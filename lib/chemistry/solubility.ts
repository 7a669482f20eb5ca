import { MOLAR_VOLUME_STP_L, ZERO_C_K } from './constants';
import { waterDensityGPerL } from './water';

/**
 * Solubility of CO2 in fresh water (Henry's law constant K0) in mol/(kg·atm).
 * Weiss, R. F. (1974), "Carbon dioxide in water and seawater: the solubility of a non-ideal gas",
 * Marine Chemistry 2:203–215, equation 12 with the mol/(kg·atm) coefficients of its Table 1 and salinity 0:
 * ln K0 = −60.2409 + 93.4517·(100/T) + 23.3585·ln(T/100). Fitted for −1 to 40 °C.
 */
export function co2SolubilityMolPerKgAtm(tempC: number): number {
  const t100 = (tempC + ZERO_C_K) / 100;
  return Math.exp(-60.2409 + 93.4517 / t100 + 23.3585 * Math.log(t100));
}

/** The same solubility per litre of liquid, mol/(L·atm), using the density of water at that temperature. */
export function co2SolubilityMolPerLAtm(tempC: number): number {
  return (co2SolubilityMolPerKgAtm(tempC) * waterDensityGPerL(tempC)) / 1000;
}

/**
 * Volumes of CO2 (litres of gas at 0 °C and 1 atm per litre of liquid) dissolved at equilibrium with a CO2
 * partial pressure of `partialPressureAtm` at `tempC`. At 1 atm this is the Bunsen coefficient.
 */
export function dissolvedVolumes(tempC: number, partialPressureAtm: number): number {
  return co2SolubilityMolPerLAtm(tempC) * partialPressureAtm * MOLAR_VOLUME_STP_L;
}

/**
 * CO2 left in a liquid that last stood open to the air at `tempC`: saturation under 1 atm of CO2.
 * Common practice, no source: a fermenting or freshly fermented liquid keeps a blanket of CO2 over it, so it is
 * taken as saturated at 1 atm of CO2 rather than at the 0.04 % of CO2 in air.
 */
export function residualVolumesAfterOpen(tempC: number): number {
  return dissolvedVolumes(tempC, 1);
}
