import { useMutation, useQuery, useQueryClient } from '@tanstack/react-query';

import type { Role } from '@/lib/roles';
import type { InviteInput } from '@/lib/schemas/team';

import { api } from './client';
import { outboxKeys } from './outbox';
import { staleTimes } from './query-client';
import type { Invitation, Member, Team } from './types';

export const teamKeys = {
  all: ['team'] as const,
};

export function useTeamQuery(enabled = true) {
  return useQuery({
    queryKey: teamKeys.all,
    enabled,
    staleTime: staleTimes.list,
    queryFn: ({ signal }) => api.get<Team>('/team', signal),
  });
}

/** Team changes also put a message in the outbox (invitations), so both are refreshed. */
function useTeamMutation<TInput, TResult>(mutationFn: (input: TInput) => Promise<TResult>) {
  const queryClient = useQueryClient();
  return useMutation({
    mutationFn,
    onSuccess: async () => {
      await Promise.all([
        queryClient.invalidateQueries({ queryKey: teamKeys.all }),
        queryClient.invalidateQueries({ queryKey: outboxKeys.all }),
      ]);
    },
  });
}

export const useInviteMutation = () =>
  useTeamMutation((input: InviteInput) => api.post<Invitation>('/team/invitations', input));
export const useResendInvitationMutation = () =>
  useTeamMutation((id: number) => api.post<Invitation>(`/team/invitations/${id}/resend`));
export const useRevokeInvitationMutation = () =>
  useTeamMutation((id: number) => api.delete<void>(`/team/invitations/${id}`));
export const useChangeRoleMutation = () =>
  useTeamMutation(({ id, role }: { id: number; role: Role }) => api.patch<Member>(`/team/members/${id}`, { role }));
export const useSetMemberActiveMutation = () =>
  useTeamMutation(({ id, active }: { id: number; active: boolean }) =>
    api.post<Member>(`/team/members/${id}/${active ? 'reactivate' : 'deactivate'}`),
  );
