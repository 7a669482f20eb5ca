import { ZERO_C_K } from './constants';

/**
 * The gases of dry air that dissolve in the liquid before it is sealed, with their share of dry air by volume
 * (U.S. Standard Atmosphere 1976, table 3: N2 78.084 %, O2 20.9476 %, Ar 0.934 %; the 0.04 % of CO2 is left to the
 * CO2 balance) and the coefficients of their solubility in fresh water.
 *
 * Solubility: Weiss, R. F. (1970), "The solubility of nitrogen, oxygen and argon in water and seawater",
 * Deep-Sea Research 17:721–735, equation 4 with the Bunsen-coefficient constants of its Table 2 and salinity 0:
 * ln β = A1 + A2·(100/T) + A3·ln(T/100), β in litres of gas at 0 °C and 1 atm per litre of water per atm.
 * Fitted for −2 to 40 °C.
 */
export const AIR_GASES = [
  { gas: 'N2', moleFraction: 0.78084, a1: -59.6274, a2: 85.7661, a3: 24.3696 },
  { gas: 'O2', moleFraction: 0.209476, a1: -58.3877, a2: 85.8079, a3: 23.8439 },
  { gas: 'Ar', moleFraction: 0.00934, a1: -55.6578, a2: 82.0262, a3: 22.5929 },
] as const;

export type AirGas = (typeof AIR_GASES)[number];

/** Bunsen coefficient of one of air's gases in fresh water at `tempC` (Weiss 1970). */
export function bunsenCoefficient(gas: AirGas, tempC: number): number {
  const t100 = (tempC + ZERO_C_K) / 100;
  return Math.exp(gas.a1 + gas.a2 / t100 + gas.a3 * Math.log(t100));
}
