import { useMutation, useQuery, useQueryClient } from '@tanstack/react-query';

import type {
  AcceptInvitationInput,
  ConfirmSignUpInput,
  ForgotPasswordInput,
  ResetPasswordInput,
  SignInInput,
  SignUpInput,
} from '@/lib/schemas/auth';
import type { ChangePasswordInput, OrganisationInput, PreferencesInput, ProfileInput } from '@/lib/schemas/team';
import type { UnitSystem } from '@/lib/units';

import { api, ApiError } from './client';
import { staleTimes } from './query-client';
import type { InvitationPreview, ServerInfo, Session } from './types';

export const sessionKeys = {
  current: ['session'] as const,
  invitation: (token: string) => ['invitation', token] as const,
  serverInfo: ['server-info'] as const,
};

/** The signed-in session, or null when nobody is signed in. */
export function useSessionQuery() {
  return useQuery({
    queryKey: sessionKeys.current,
    staleTime: staleTimes.session,
    queryFn: async ({ signal }) => {
      try {
        return await api.get<Session>('/auth/session', signal);
      } catch (error) {
        if (error instanceof ApiError && error.status === 401) return null;
        throw error;
      }
    },
  });
}

/** Server facts the client needs (version, whether mail goes to the local outbox). */
export function useServerInfoQuery() {
  return useQuery({
    queryKey: sessionKeys.serverInfo,
    staleTime: staleTimes.static,
    queryFn: ({ signal }) => api.get<ServerInfo>('/health', signal),
  });
}

/**
 * Replaces who is signed in: drops everything cached for the previous person but keeps the session query
 * itself (screens are subscribed to it), so they re-render with the new value at once.
 */
function useReplaceSession() {
  const queryClient = useQueryClient();
  return (session: Session | null) => {
    queryClient.setQueryData(sessionKeys.current, session);
    queryClient.removeQueries({
      predicate: (query) =>
        query.queryKey[0] !== sessionKeys.current[0] && query.queryKey[0] !== sessionKeys.serverInfo[0],
    });
  };
}

export function useSignInMutation() {
  const start = useReplaceSession();
  return useMutation({
    mutationFn: (input: SignInInput) => api.post<Session>('/auth/sign-in', input),
    onSuccess: start,
  });
}

/** Starts a sign-up; the account exists once the link e-mailed to the address is followed. */
export function useSignUpMutation() {
  return useMutation({ mutationFn: (input: SignUpInput) => api.post<{ message: string }>('/auth/sign-up', input) });
}

export function useConfirmSignUpMutation() {
  const start = useReplaceSession();
  return useMutation({
    mutationFn: (input: ConfirmSignUpInput) => api.post<Session>('/auth/confirm-sign-up', input),
    onSuccess: start,
  });
}

export function useSignOutMutation() {
  const replace = useReplaceSession();
  return useMutation({ mutationFn: () => api.post<void>('/auth/sign-out'), onSuccess: () => replace(null) });
}

export function useForgotPasswordMutation() {
  return useMutation({
    mutationFn: (input: ForgotPasswordInput) => api.post<{ message: string }>('/auth/forgot-password', input),
  });
}

export function useResetPasswordMutation() {
  const start = useReplaceSession();
  return useMutation({
    mutationFn: (input: ResetPasswordInput) => api.post<Session>('/auth/reset-password', input),
    onSuccess: start,
  });
}

export function useInvitationQuery(token: string | undefined) {
  return useQuery({
    queryKey: sessionKeys.invitation(token ?? ''),
    enabled: Boolean(token),
    staleTime: staleTimes.list,
    queryFn: ({ signal }) => api.get<InvitationPreview>(`/auth/invitations/${encodeURIComponent(token ?? '')}`, signal),
  });
}

export function useAcceptInvitationMutation() {
  const start = useReplaceSession();
  return useMutation({
    mutationFn: (input: AcceptInvitationInput) => api.post<Session>('/auth/accept-invitation', input),
    onSuccess: start,
  });
}

export function useUpdateProfileMutation() {
  const queryClient = useQueryClient();
  return useMutation({
    mutationFn: (input: ProfileInput) => api.patch<Session>('/profile', input),
    onSuccess: (session) => queryClient.setQueryData(sessionKeys.current, session),
  });
}

/** Saves a preference such as the unit system; the screen switches at once, before the server answers. */
export function useUpdatePreferencesMutation() {
  const queryClient = useQueryClient();
  return useMutation({
    mutationFn: (input: PreferencesInput) => api.patch<Session>('/profile/preferences', input),
    onMutate: (input) => {
      const previous = queryClient.getQueryData<Session | null>(sessionKeys.current);
      if (previous)
        queryClient.setQueryData(sessionKeys.current, { ...previous, user: { ...previous.user, ...input } });
      return { previous };
    },
    onError: (_error, _input, context) => queryClient.setQueryData(sessionKeys.current, context?.previous),
    onSuccess: (session) => queryClient.setQueryData(sessionKeys.current, session),
  });
}

export function useUpdateOrganisationMutation() {
  const queryClient = useQueryClient();
  return useMutation({
    mutationFn: (input: OrganisationInput) => api.patch<Session>('/organisation', input),
    onSuccess: (session) => queryClient.setQueryData(sessionKeys.current, session),
  });
}

export function useChangePasswordMutation() {
  return useMutation({ mutationFn: (input: ChangePasswordInput) => api.post<Session>('/profile/password', input) });
}

/** The currency the brewery keeps its costs in (US dollars until an owner chooses another). */
export function useBreweryCurrency(): string {
  return useSessionQuery().data?.organisation.currency ?? 'USD';
}

/** The signed-in person's units (metric until they choose US). */
export function useUnitSystem(): UnitSystem {
  return useSessionQuery().data?.user.unitSystem ?? 'metric';
}
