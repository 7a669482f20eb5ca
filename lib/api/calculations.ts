import { keepPreviousData, useQuery } from '@tanstack/react-query';

import type { BrixRequest, CarbonationRequest, PrimingRequest } from '@/lib/schemas/calculations';

import { api } from './client';
import { staleTimes } from './query-client';
import type { BottleFormatRef, BrixAnswer, CarbonationAnswer, PrimingAnswer } from './types';

export type { BottleFormatRef, BrixAnswer, CarbonationAnswer, PrimingAnswer };

export const calculationKeys = {
  carbonation: (request: CarbonationRequest | undefined) => ['calculations', 'carbonation', request] as const,
  priming: (request: PrimingRequest | undefined) => ['calculations', 'priming', request] as const,
  brix: (request: BrixRequest | undefined) => ['calculations', 'brix', request] as const,
};

/**
 * Calculations are pure functions of their request, so each request is its own cache entry; the previous answer
 * stays on screen while the next one loads.
 */
export function useCarbonationQuery(request: CarbonationRequest | undefined) {
  return useQuery({
    queryKey: calculationKeys.carbonation(request),
    enabled: request !== undefined,
    staleTime: staleTimes.static,
    placeholderData: keepPreviousData,
    queryFn: () => api.post<CarbonationAnswer>('/calculations/carbonation', request),
  });
}

export function usePrimingQuery(request: PrimingRequest | undefined) {
  return useQuery({
    queryKey: calculationKeys.priming(request),
    enabled: request !== undefined,
    staleTime: staleTimes.static,
    placeholderData: keepPreviousData,
    queryFn: () => api.post<PrimingAnswer>('/calculations/priming', request),
  });
}

export function useBrixQuery(request: BrixRequest | undefined) {
  return useQuery({
    queryKey: calculationKeys.brix(request),
    enabled: request !== undefined,
    staleTime: staleTimes.static,
    placeholderData: keepPreviousData,
    queryFn: () => api.post<BrixAnswer>('/calculations/brix', request),
  });
}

● Exercise objective
Report how many lines in the data include the word "void". Nothing else is needed.

● Response to the exercise
2